When it comes to designing a good website, most companies are understandably concerned with what consumers think. After all, you have only about 10 seconds to make an impression and express to customers what they might get out of your site and your business. But recent data shows that a good portion of your website’s visitors can’t even think for themselves. That’s because they’re actually bots — and they’re bad ones, at that. With 40% of consumers claiming they would stop doing business with a company or brand if that business previously suffered a breach in security, this influx of bots can devastate small businesses.
According to Distil Research Lab’s recent Bad Bot report, approximately one-fifth of web traffic (or 20.4%) worldwide comes from malicious bots. These automated scripts or tools operate with specific tasks in mind; even Google uses bots to crawl the internet and evaluate websites. But other bots are created with malicious intent in mind, often by those who want to attack, defraud, or hack sites and consumers. This technology is used to do everything from data mining and web scraping to identify theft, spam messaging, fake account creation, DDoS attacks, and more.
These automated attacks happen on website, apps, and APIs on a regular basis, presenting problems for all kinds of businesses. According to the report, 73.6% of bad bots can be classified as “advanced persistent bots” (or APBs), which have the ability to switch user agents, enter through anonymous proxies, and cycle through IP addresses to block any identifying features; in this way, they’re extremely difficult to track and can even mimic human behaviors. These bots can mimic movements of a computer mouse and perform attacks with fewer requests (or even delay them), which makes detection even less likely.

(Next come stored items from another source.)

def model_error_rows(ds, reference: str, equations, keys, sel: dict[str, str], model_text) -> list[dict[str, Any]]:
    """Rows of a model-error table: per delta, G_P and G_T of the linearized Boltzmann model ``reference`` (a
    label of the ``model`` dimension) with status and estimate, and each model equation's ratio to it with the
    ratio's estimate (:func:`model_error_ratio`); ``sel`` picks the cross-section and wall (its keys lead the
    row after the Boltzmann model and gas), ``model_text`` turns a model name into words."""
    import math

    values = coefficient_values
    cols: dict[str, Any] = {}
    for key in keys:
        where = dict(problem="poiseuille" if key == "G_P" else "thermal_creep", **sel)
        g_ref = values(ds, key, model=reference, **where)
        e_ref = values(ds, f"{key}_error_estimate", model=reference, **where)
        cols[f"{key} Boltzmann [1]"] = g_ref
        cols[f"{key} Boltzmann error estimate [1]"] = e_ref
        cols[f"{key} Boltzmann status"] = ds["status"].sel(model=reference, **where).values
        for m in equations:
            ratio, err = model_error_ratio(
                values(ds, key, model=m, **where), values(ds, f"{key}_error_estimate", model=m, **where), g_ref, e_ref
            )
            cols[f"{key} {model_text(m)} / Boltzmann [1]"] = ratio
            cols[f"{key} {model_text(m)} / Boltzmann error estimate [1]"] = err
    gas = base_model(reference)[1] or ""
    rows = []
    for j, d in enumerate(ds["delta"].values.astype(float)):
        row = {"Boltzmann model": model_text(reference), "gas": gas, **sel, "delta [1]": d}
        row["Kn [1]"] = math.sqrt(math.pi) / (2.0 * d)
        row.update({k: (v[j] if v.dtype.kind in "OUS" else float(v[j])) for k, v in cols.items()})
        rows.append(row)
    return rows


def get_family(name: str) -> Family:
    """The registered family ``name`` (ValueError lists the known ones)."""
    if name not in REGISTRY:
        raise ValueError(f"family: unknown family {name!r}; known families are {', '.join(REGISTRY)}")
    return importlib.import_module(REGISTRY[name]).FAMILY


def family_sections(study: dict[str, Any] | None) -> list[str]:
    """Registered families present in ``study`` (all registered ones if None), in registry order."""
    if study is None:
        return list(REGISTRY)
    return [name for name in REGISTRY if name in study]
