"""Relaxation family: a space-homogeneous gas relaxing to equilibrium.

Grid: gases x pressures x temperatures x initial states x molecular models x
solvers, where a *solver* is a method with its resolution: ``dsmc-N20000``
(particle method, one per particle number), ``bgk-nv32`` (model equation
on a 32^3 velocity grid) or ``fast_spectral-nv32`` (deterministic Boltzmann
solution, fast spectral method, on a 32^3 velocity grid).  Putting method and particle number on one axis
keeps the grid dense: a deterministic method has no particle number.

Point identity (below ``results/points/``)::

    relaxation/<state label>/gas=<gas>/model=<molecular model>/solver=<solver label>/
        run=<t_end>-<outputs>-<H cells>-<replicas>-<seed>/p=<Pa>/T=<K>.nc

e.g. ``relaxation/anisotropic-1.8-0.6-0.6/gas=Ar/model=vhs/solver=dsmc-N20000/
run=t1.0e+01-o41-k8-R8-s1/p=1.0e+02/T=300.0.nc``.  Every setting that changes
the numbers is in the path (state options, run settings, seed); p and T only
scale the time axis to seconds but are part of the point as the study asks
for them.

Tables: ``relaxation_times`` (CSV + Markdown, units in the headers): the
anisotropy, heat-flux and fourth-moment relaxation times with their standard
uncertainty (fit window included), in mean collision times and in seconds, the
kind of each time (time to fall by e, or fitted rate), and the initial and late
anisotropy and heat-flux times, per gas and point.  When the study has the
fast spectral method, each model-equation row also gives the relative error of
each of its times against the Boltzmann (fast spectral) time of the same gas,
molecular model, start, p and T ("... vs Boltzmann" columns).

Figures (per initial state, at the first pressure and temperature; reduced
time does not depend on p and T): ``relaxation_h_<state>`` H(t) with the
replica noise band of the particle runs against the deterministic curves, and
``relaxation_anisotropy_<state>`` |anisotropy| on a log axis with the fitted
exp(-t/tau).  When the fast spectral (Boltzmann) curve of the same gas and
molecular model is present, the DSMC band (2 standard errors of the replica
mean) is drawn about that curve and the DSMC mean as a line: DSMC agrees with
the deterministic Boltzmann solution where its mean stays inside the band.  Time series come from the gathered sweep only (gather puts
them there, see ``series_dim``); a sweep without them gives "no data" panels.
"""

from __future__ import annotations

import functools
import math
from typing import Any

import numpy as np

from knudsweep.families import Family, Point, Table
from knudsweep.identity import canonical, format_exp, format_plain, point_id, segment
from knudsweep.solver.gas import gas_record

METHODS = ("dsmc", "bgk", "s_model", "es_bgk", "fast_spectral")
MODEL_EQUATIONS = ("bgk", "s_model", "es_bgk")
BOLTZMANN = "fast_spectral"  # the deterministic Boltzmann solution the model equations are compared with
STATES = ("equilibrium", "anisotropic", "two_beams", "bkw")
MODELS = ("vhs", "vss", "hard_sphere", "maxwell")
FIT_NAMES = ("anisotropy", "heat_flux", "fourth_moment")
STATE_DEFAULTS = {"axis_temperature_ratios": [1.8, 0.6, 0.6], "beam_separation": 3.0,
                  "beam_fraction": 0.5, "bkw_start_time": 6.0 * math.log(2.5)}
RUN_DEFAULTS = {"n_replicas": 8, "t_end": 10.0, "n_output": 41, "seed": 1, "h_bins_per_axis": 8,
                "n_velocity": 32}


def _options(section: dict[str, Any]) -> tuple[dict[str, Any], dict[str, Any]]:
    state = {**STATE_DEFAULTS, **section.get("state_options", {})}
    run = {**RUN_DEFAULTS, **section.get("run", {})}
    return state, run


def state_label(name: str, opts: dict[str, Any]) -> str:
    """Path-safe label of an initial state with its options."""
    if name == "anisotropic":
        r = np.asarray(opts["axis_temperature_ratios"], dtype=float)
        r = r / r.mean()
        return "anisotropic-" + "-".join(format_plain(x) for x in r)
    if name == "two_beams":
        return f"two_beams-s{format_plain(opts['beam_separation'])}-w{format_plain(opts['beam_fraction'])}"
    if name == "bkw":
        return f"bkw-t{format_plain(opts['bkw_start_time'])}"
    return name


def solver_labels(section: dict[str, Any]) -> list[str]:
    """``dsmc-N<particles>`` per particle number, ``<method>-nv<grid>`` per deterministic method."""
    _, run = _options(section)
    out = []
    for method in section["methods"]:
        if method == "dsmc":
            out += [f"dsmc-N{int(n)}" for n in section["n_particles"]]
        else:
            out.append(f"{method}-nv{int(run['n_velocity'])}")
    return out


def _parse_solver(label: str) -> tuple[str, int | None]:
    method, res = label.rsplit("-", 1)
    return method, (int(res[1:]) if method == "dsmc" else int(res[2:]))


def _run_label(run: dict[str, Any]) -> str:
    return (f"t{format_exp(run['t_end'])}-o{int(run['n_output'])}-k{int(run['h_bins_per_axis'])}"
            f"-R{int(run['n_replicas'])}-s{int(run['seed'])}")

The report notes that those in the financial, ticketing, and educational sectors were highly affected by this malicious traffic in 2018, although governmental agencies, airlines, and gaming and gambling enterprises were also impacted significantly. Interestingly, e-commerce sites were not affected at as high a percentage, though these businesses are certainly not immune. And although bad bot traffic levels have actually decreased year-over-year, the amount of sophistication seen in these bots continues to grow — so no one should discount whatever advancements may be coming in the near future.
Distil’s report states: “Bad bots continuously target all of these industries daily, with defenses requiring constant optimization. Some are hit by sophisticated bots that repeatedly perform a specific task, such as checking credit card numbers. Another may be scraped for pricing content, while a third may be victimized by bad bots checking gift card balances.”
Often, the design and maintenance of a website makes the end-user a priority, ensuring that consumers are able to easily access and navigate a given site. For instance, 72% of mobile users surveyed by Google felt mobile friendly websites were important, but businesses must realize that human users aren’t the only ones who are responsible for website traffic. And while some bots are used for good, the prevalence of bad bots should concern organizations in all industries. If action isn’t taken, your website could be completely vulnerable to a data breach or other malicious activity that can harm your reputation, your customers, and your ability to operate.